**Exercise brief**:
With the first line below as the start and the line containing "console.warn('[shelfstead] SHELFSTEAD_NOW_OFFSET_MS is" as the end, copy every line between them exactly, ends included.
Start of Records supplied
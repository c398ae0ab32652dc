/**
 * The server's "now". Tests and development may move it forward to see a seal check fall due:
 * SHELFSTEAD_NOW_OFFSET_MS at start, or POST /api/dev/clock while running. Both are honoured
 * only under `nuxt dev` or when SHELFSTEAD_TEST_CLOCK=1 is set explicitly; a production server
 * without that flag always uses the real time.
 */
import { dateIn } from '~~/utils/time'
import { serverSettings } from './settings'

let offsetMs = 0
let initialised = false

export function clockAdjustable(): boolean {
  return serverSettings().clockAdjustable
}

function init() {
  if (initialised) return
  initialised = true
  const value = serverSettings().nowOffsetMs
  if (value === undefined) return
  if (!clockAdjustable()) {
    console.warn('[shelfstead] SHELFSTEAD_NOW_OFFSET_MS is ignored: set SHELFSTEAD_TEST_CLOCK=1 to allow moving the clock.')
    return
  }
  offsetMs = value
  console.warn(`[shelfstead] The server clock runs ${Math.round(value / 60_000)} minutes ahead (SHELFSTEAD_NOW_OFFSET_MS).`)
}

export function serverNow(): Date {
  init()
  return new Date(Date.now() + offsetMs)
}

export function clockOffsetMs(): number {
  init()
  return offsetMs
}

export function setClockOffset(ms: number): void {
  init()
  if (!clockAdjustable()) throw new Error('The clock may not be moved on this server.')
  offsetMs = ms
}

/** The household's calendar date now ("2026-12-02"), by the server clock, in its own time zone. */
export function householdToday(zone: string): string {
  return dateIn(serverNow(), zone)
}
End of Records supplied
**Response**:
repository c398ae0ab32652dc
/**
 * The server's "now". Tests and development may move it forward to see a seal check fall due:
 * SHELFSTEAD_NOW_OFFSET_MS at start, or POST /api/dev/clock while running. Both are honoured
 * only under `nuxt dev` or when SHELFSTEAD_TEST_CLOCK=1 is set explicitly; a production server
 * without that flag always uses the real time.
 */
import { dateIn } from '~~/utils/time'
import { serverSettings } from './settings'

let offsetMs = 0
let initialised = false

export function clockAdjustable(): boolean {
  return serverSettings().clockAdjustable
}

function init() {
  if (initialised) return
  initialised = true
  const value = serverSettings().nowOffsetMs
  if (value === undefined) return
  if (!clockAdjustable()) {
    console.warn('[shelfstead] SHELFSTEAD_NOW_OFFSET_MS is ignored: set SHELFSTEAD_TEST_CLOCK=1 to allow moving the clock.')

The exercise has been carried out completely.